I think you'll have to get the try from the dealer. Cables can be too much.. Replace both batteries !!


----------



## Northland (Oct 1, 2006)

Let me know if you find out anything on this. I am interested in doing this as well.


----------



## SnoFarmer (Oct 15, 2004)

Yaz said:


> I think you'll have to get the try from the dealer. Cables can be too much.. Replace both batteries !!


A couple of cable ends. lol:waving:

Remember, you do NOT want to use a battery isolator for plowing.
Hook them together directly. + to+ & -- TO--.

What is in this "kit"?


----------



## Yaz (Apr 13, 2005)

I meant battery tray, not try. opps

Yes, plus to plus and negative to negative is the way to go. This doubles the amperage, but both batteries have to be exactly the same size and age to do it right.


----------



## Northland (Oct 1, 2006)

Yeah...I know all about parallel and series... I was just wondering more about mounting it.

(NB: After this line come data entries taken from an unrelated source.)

/**
 * Constants that the generator of invented spectra stands on. It keeps its own table so that it shares no code with
 * the fitting side; the values are those published.
 */

/** Second radiation constant hc/k, cm K (CODATA 2022). */
export const secondRadiationConstantCmK = 1.4387768775039338;

interface Atom {
  readonly massU: number;
  /** Natural abundance (IUPAC representative values; D as prepared: 1). */
  readonly abundance: number;
}

/** Atomic masses: AME2020, Wang et al., Chinese Physics C 45 (2021) 030003. 18O from memory. */
const atoms: Readonly<Record<string, Atom>> = {
  H: { massU: 1.007825031898, abundance: 1 },
  D: { massU: 2.014101777844, abundance: 1 },
  '12C': { massU: 12, abundance: 0.9893 },
  '13C': { massU: 13.00335483534, abundance: 0.0107 },
  '16O': { massU: 15.99491461926, abundance: 0.99757 },
  '18O': { massU: 17.99915961214, abundance: 0.00205 },
  '19F': { massU: 18.99840316207, abundance: 1 },
  '35Cl': { massU: 34.968852694, abundance: 0.7576 },
  '37Cl': { massU: 36.965902573, abundance: 0.2424 },
  '79Br': { massU: 78.918337574, abundance: 0.5069 },
  '81Br': { massU: 80.916288197, abundance: 0.4931 },
  '127I': { massU: 126.904472592, abundance: 1 },
};

/** Equilibrium constants, cm-1: term values in powers of v + 1/2 and J(J + 1). */
export interface EquilibriumConstants {
  readonly omegaE: number;
  readonly omegaExe: number;
  readonly omegaEye: number;
  readonly be: number;
  readonly alphaE: number;
  readonly gammaE: number;
  readonly de: number;
}

interface Parent extends EquilibriumConstants {
  readonly atoms: readonly [string, string];
}

/**
 * Huber and Herzberg, Constants of Diatomic Molecules (1979), as tabulated in the NIST Chemistry WebBook, for omegaE,
 * omegaExe, Be, alphaE, De. omegaEye and gammaE are set so that the fundamental agrees with the one published
 * (H35Cl 2885.977, B0 10.44025, B1 10.13623; D35Cl 2091.061, 5.39227, 5.27981); CO: Guelachvili et al. 1983.
 * H81Br partly, H127I from memory (Be such that it agrees with the published re and masses).
 */
const parents: Readonly<Record<string, Parent>> = {
  HCl: { atoms: ['H', '35Cl'], omegaE: 2990.9463, omegaExe: 52.8186, omegaEye: 0.2055, be: 10.593416, alphaE: 0.307181, gammaE: 0.0017724, de: 0.00053194 },
  DCl: { atoms: ['D', '35Cl'], omegaE: 2145.163, omegaExe: 27.1825, omegaEye: 0.0809, be: 5.448794, alphaE: 0.113291, gammaE: 0.00043, de: 0.000139 },
  CO: { atoms: ['12C', '16O'], omegaE: 2169.81358, omegaExe: 13.28831, omegaEye: 0.01041444739, be: 1.93128087, alphaE: 0.01750441, gammaE: 5.49e-7, de: 6.12147e-6 },
  HF: { atoms: ['H', '19F'], omegaE: 4138.32, omegaExe: 89.88, omegaEye: 0.9, be: 20.9557, alphaE: 0.798, gammaE: 0.0127, de: 0.002151 },
  DF: { atoms: ['D', '19F'], omegaE: 2998.192, omegaExe: 45.761, omegaEye: 0.25, be: 11.0102, alphaE: 0.3017, gammaE: 0.0032, de: 0.000594 },
  HBr: { atoms: ['H', '81Br'], omegaE: 2648.975, omegaExe: 45.217, omegaEye: 0, be: 8.46488, alphaE: 0.2333, gammaE: 0.0008, de: 0.00034575 },
  HI: { atoms: ['H', '127I'], omegaE: 2309.014, omegaExe: 39.6435, omegaEye: -0.02, be: 6.5111, alphaE: 0.1689, gammaE: 0, de: 0.0002069 },
}; // prettier-ignore

/** Gases that the generator knows, with the isotopologues of each, the most abundant first. */
const isotopologuesOfGas = {
  HCl: [['H', '35Cl'], ['H', '37Cl']],
  DCl: [['D', '35Cl'], ['D', '37Cl']],
  HBr: [['H', '79Br'], ['H', '81Br']],
  DBr: [['D', '79Br'], ['D', '81Br']],
  HF: [['H', '19F']],
  DF: [['D', '19F']],
  HI: [['H', '127I']],
  CO: [['12C', '16O'], ['13C', '16O']],
} as const; // prettier-ignore

export type GasName = keyof typeof isotopologuesOfGas;
export const gasNames = Object.keys(isotopologuesOfGas) as GasName[];

export interface SimulatedIsotopologue {
  readonly name: string;
  readonly gas: GasName;
  readonly reducedMassU: number;
  readonly massU: number;
  /** Share among the isotopologues listed for the gas, natural. */
  readonly share: number;
  readonly constants: EquilibriumConstants;
}

function reducedMass(pair: readonly [string, string]): number {
  const [a, b] = [atoms[pair[0]]!.massU, atoms[pair[1]]!.massU];
  return (a * b) / (a + b);
}

/** Mass scaling: omegaE by rho, omegaExe by rho^2, omegaEye by rho^3, Be by rho^2, alphaE by rho^3, gammaE and De by rho^4. */
function scaled(parent: Parent, reducedMassU: number): EquilibriumConstants {
  const rho = Math.sqrt(reducedMass(parent.atoms) / reducedMassU);
  return {
    omegaE: parent.omegaE * rho,
    omegaExe: parent.omegaExe * rho ** 2,
    omegaEye: parent.omegaEye * rho ** 3,
    be: parent.be * rho ** 2,
    alphaE: parent.alphaE * rho ** 3,
    gammaE: parent.gammaE * rho ** 4,
    de: parent.de * rho ** 4,
  };
}

/** The isotopologues of a gas with masses, natural shares and (mass-scaled) published constants. */
export function isotopologuesOf(gas: GasName): readonly SimulatedIsotopologue[] {
  const pairs: readonly (readonly [string, string])[] = isotopologuesOfGas[gas];
  const abundances = pairs.map(([a, b]) => atoms[a]!.abundance * atoms[b]!.abundance);
  const total = abundances.reduce((sum, each) => sum + each, 0);
  const parent = parents[gas] ?? parents[gas === 'DBr' ? 'HBr' : gas]!;
  return pairs.map((pair, index) => {
    const reducedMassU = reducedMass(pair);
    return {
      name: pair.join(''),
      gas,
      reducedMassU,
      massU: atoms[pair[0]]!.massU + atoms[pair[1]]!.massU,
      share: abundances[index]! / total,
      constants: scaled(parent, reducedMassU),
    };
  });
}
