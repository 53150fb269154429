"""From a Record to pages: the report of one calculation revision, and the register of a site.

A page is rendered from the Record alone, so that any old record can be rendered again. Equal records give equal bytes.
"""

from __future__ import annotations

from collections.abc import Iterable
from pathlib import Path

from reportgen.errors import Fault, InputError
from reportgen.record import Record
from reportgen.report.folders import page_path, write_together
from reportgen.report.narrative import check_narratives

__all__ = ["check_narratives", "page_path", "register", "render"]


def render(record: Record, site: Path) -> Path:
    """Write ``site/<number>/<revision>/index.html`` and the record beside it; return the page's path.

    Both files are made in memory first and put in place together: after any failure the old ones stand. Raises
    InputError when a narrative is at fault or the number or revision cannot name a folder.
    """
    from reportgen.report.page import page

    path = page_path(record, site)
    _refuse_clash(path, site)
    html = page(record)
    write_together({path.with_name("record.json"): record.to_json(), path: html.encode("utf-8")})
    return path


def register(site: Path, records: Iterable[Record] = ()) -> Path:
    """Write ``site/index.html``, the register of every record in the site; return its path.

    ``records`` that have no page in the site yet are rendered first.
    """
    from reportgen.report.listing import register_page

    for record in records:
        path = page_path(record, site)
        beside = path.with_name("record.json")
        if not (path.is_file() and beside.is_file() and beside.read_bytes() == record.to_json()):
            render(record, site)
    path = site / "index.html"
    write_together({path: register_page(site).encode("utf-8")})
    return path


def _refuse_clash(path: Path, site: Path) -> None:
    """Two folders that differ only in capitals would be one on many systems."""
    for folder, key in ((path.parent.parent, "number"), (path.parent, "revision")):
        if not folder.parent.is_dir():
            continue
        for other in folder.parent.iterdir():
            if other.name != folder.name and other.name.casefold() == folder.name.casefold():
                raise InputError(
                    Fault(
                        "The site has a folder that differs from this one in capitals only; "
                        "many systems cannot hold both.",
                        path=f"calculation.{key}",
                        found=folder.relative_to(site).as_posix(),
                        hint=f"There is {other.relative_to(site).as_posix()}.",
                    )
                )
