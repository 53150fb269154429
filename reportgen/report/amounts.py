"""The figures of an entropy account, all to the decimal place of its largest: in its table and in its drawing alike."""

from __future__ import annotations

from collections.abc import Mapping
from typing import Any

from reportgen.report.presenter import NO_VALUE, Presenter

__all__ = ["Amounts", "fixed"]

_DIGITS = 6


class Amounts:
    """Entropy rates of one account, or entropies of one of a closed system, as text in the unit shown."""

    def __init__(self, account: Mapping[str, Any], presenter: Presenter) -> None:
        self._presenter = presenter
        self.dimension: str = account.get("dimension", "entropy_flow")
        lines = [line["value"] for side in ("entering", "generated", "leaving") for line in account[side]]
        self.generated: float = sum(line["value"] for line in account["generated"] if line["value"] is not None)
        self.entering: float = sum(line["value"] for line in account["entering"] if line["value"] is not None)
        self.leaving: float = sum(line["value"] for line in account["leaving"] if line["value"] is not None)
        figures = [*(value for value in lines if value is not None), self.entering + self.generated, self.leaving]
        self._places = _places([presenter.display.convert(value, self.dimension) for value in figures])

    def text(self, value: float | None) -> str:
        """An entropy rate [W/K], or an entropy [J/K], in the unit shown; a dash for None."""
        if value is None:
            return NO_VALUE
        return fixed(self._presenter.display.convert(value, self.dimension), self._places)


def _places(figures: list[float]) -> int:
    """Decimal places that give the largest figure six significant digits."""
    largest = max((abs(figure) for figure in figures), default=0.0)
    if largest == 0.0:
        return 1
    digits_before = len(str(int(largest))) if largest >= 1.0 else 0
    return max(0, min(9, _DIGITS - digits_before))


def fixed(figure: float, places: int) -> str:
    """A figure with a set number of decimals, a true minus, thin spaces in threes from five digits on."""
    text = f"{abs(figure):.{places}f}"
    whole, point, decimals = text.partition(".")
    if len(whole) >= 5:
        whole = f"{int(whole):,}".replace(",", "\N{THIN SPACE}")
    sign = "−" if figure < 0.0 and float(text) != 0.0 else ""
    return f"{sign}{whole}{point}{decimals}"
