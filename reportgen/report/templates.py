"""Jinja over ``site_templates/``: the folder a company changes to make the house style its own."""

from __future__ import annotations

import base64
import re
from functools import lru_cache
from pathlib import Path
from typing import TYPE_CHECKING, Any

from markupsafe import Markup, escape

from reportgen.errors import Fault, ReportgenError

if TYPE_CHECKING:
    from jinja2 import Environment

__all__ = ["FACES", "environment", "fonts_folder", "style", "templates_folder"]

#: (file, family, weight, style) of the faces that every page embeds.
FACES = (
    ("text-regular.woff2", "Ledger Pagella", "400", "normal"),
    ("text-italic.woff2", "Ledger Pagella", "400", "italic"),
    ("text-bold.woff2", "Ledger Pagella", "700", "normal"),
    ("math.woff2", "Ledger Pagella Math", "400", "normal"),
)
_STYLES = ("page.css", "title-block.css", "tables.css", "sections.css", "register.css", "narrow.css", "print.css")

_POWER = re.compile(r"(×(?:\N{NO-BREAK SPACE}|&nbsp;)10)([⁻⁰¹²³⁴⁵⁶⁷⁸⁹]+)")
_LOWERED = str.maketrans("⁻⁰¹²³⁴⁵⁶⁷⁸⁹", "−0123456789")


def templates_folder() -> Path:
    """``site_templates/`` of the installed package, or of the source tree."""
    package = Path(__file__).resolve().parent.parent
    for folder in (package / "site_templates", package.parent / "site_templates"):
        if (folder / "report.html.jinja").is_file():
            return folder
    raise ReportgenError(Fault("The folder site_templates is missing from the installation.", file=str(package.name)))


def fonts_folder() -> Path:
    """Folder of the font files."""
    return templates_folder() / "fonts"


@lru_cache(maxsize=1)
def environment() -> Environment:
    """Templates with all texts escaped; an unknown name in a template is an error."""
    from jinja2 import Environment, FileSystemLoader, StrictUndefined

    jinja = Environment(
        loader=FileSystemLoader(templates_folder(), encoding="utf-8"),
        autoescape=lambda name: bool(name and ".html" in name),
        undefined=StrictUndefined,
        finalize=raised,
        trim_blocks=True,
        lstrip_blocks=True,
        auto_reload=False,
        optimized=False,  # each template runs a few times only: folding constants costs more than it saves
    )
    jinja.filters["css_string"] = css_string
    jinja.filters["font_data"] = _font_data
    jinja.filters["lower_first"] = lower_first
    return jinja


def style(foot: str) -> Markup:
    """The whole style sheet with embedded faces; ``foot`` stands at the foot of each printed sheet."""
    jinja = environment()
    parts = [jinja.get_template("css/fonts.css.jinja").render(faces=FACES)]
    parts += [(templates_folder() / "css" / name).read_text("utf-8") for name in _STYLES]
    parts.append(jinja.get_template("css/sheet.css.jinja").render(foot=foot))
    return Markup("\n".join(parts))


def raised(value: Any) -> Any:
    """Powers of ten with their exponents raised by markup: the face has not all raised digits."""
    if not isinstance(value, str) or "10" not in value or not _POWER.search(value):
        return value
    return Markup(_POWER.sub(lambda match: f"{match[1]}<sup>{match[2].translate(_LOWERED)}</sup>", escape(value)))


def css_string(text: str) -> str:
    """A text as a CSS string that cannot end the string, the rule or the style element."""
    safe = re.sub(r"[^A-Za-z0-9 .,;:_/()·–—+-]", lambda match: f"\\{ord(match[0]):x} ", text)
    return f'"{safe}"'


def lower_first(text: str) -> str:
    """The first letter small, unless the word is all capitals (a tag, an abbreviation)."""
    first = text.split(" ", 1)[0]
    return text if first.isupper() else text[:1].lower() + text[1:]


@lru_cache(maxsize=8)
def _font_data(name: str) -> str:
    return base64.b64encode((fonts_folder() / name).read_bytes()).decode("ascii")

I didnt know if you could get a tray for it or not.


----------



## ipc (Oct 18, 2006)

It's easy to do. You can go to GM and get a new tray for about $45. Order a left side tray for a diesel . It bolts right in. When you wire your batts remember to also add the aux grounds from the extra batt. 1 to the engine, 1 to the body. This is very important as it will not charge properly otherwise. Some times you have to move a aux tool box first but I have done this to all my plow trucks.


----------



## Favatts (Dec 30, 2003)

When you get dual batteries from the factory are they hooked up positive to positive, negative to negative like you guys have suggested?
Favatts


----------



## calhoun (Oct 18, 2003)

Favatts said:


> When you get dual batteries from the factory are they hooked up positive to positive, negative to negative like you guys have suggested?
> Favatts


From the factory there are 2 dual battery options. One is as above pos to pos and neg to neg. This is how all diesls are hooked up and is the best system for plowing.
The other factory option uses an isolator on the second battery. This is good for trailer, inverter use where you don't want to drain the starting battery but want both to charge.
The rpo code for the dual battery isolator is 8BO and for the dual battery parrall hook up is TP2.


----------



## Snowman19 (Sep 30, 2006)

I have dual batteries in my 01 2500HD Are they already hooked together?


----------



## joe b (Oct 1, 2006)

Yes, 
If you wire in parallel ie. pos to pos/ neg to neg, and your batts are 600cca each you have one big 12volt battery with 1200cca. If you wired them in series pos to neg, truck ground to neg, truck pos to pos. you would have a 24 volt 600cca battery. so unless your truck says catapillar on the side. wire them parallel.


----------



## calhoun (Oct 18, 2003)

Snowman19 said:


> I have dual batteries in my 01 2500HD Are they already hooked together?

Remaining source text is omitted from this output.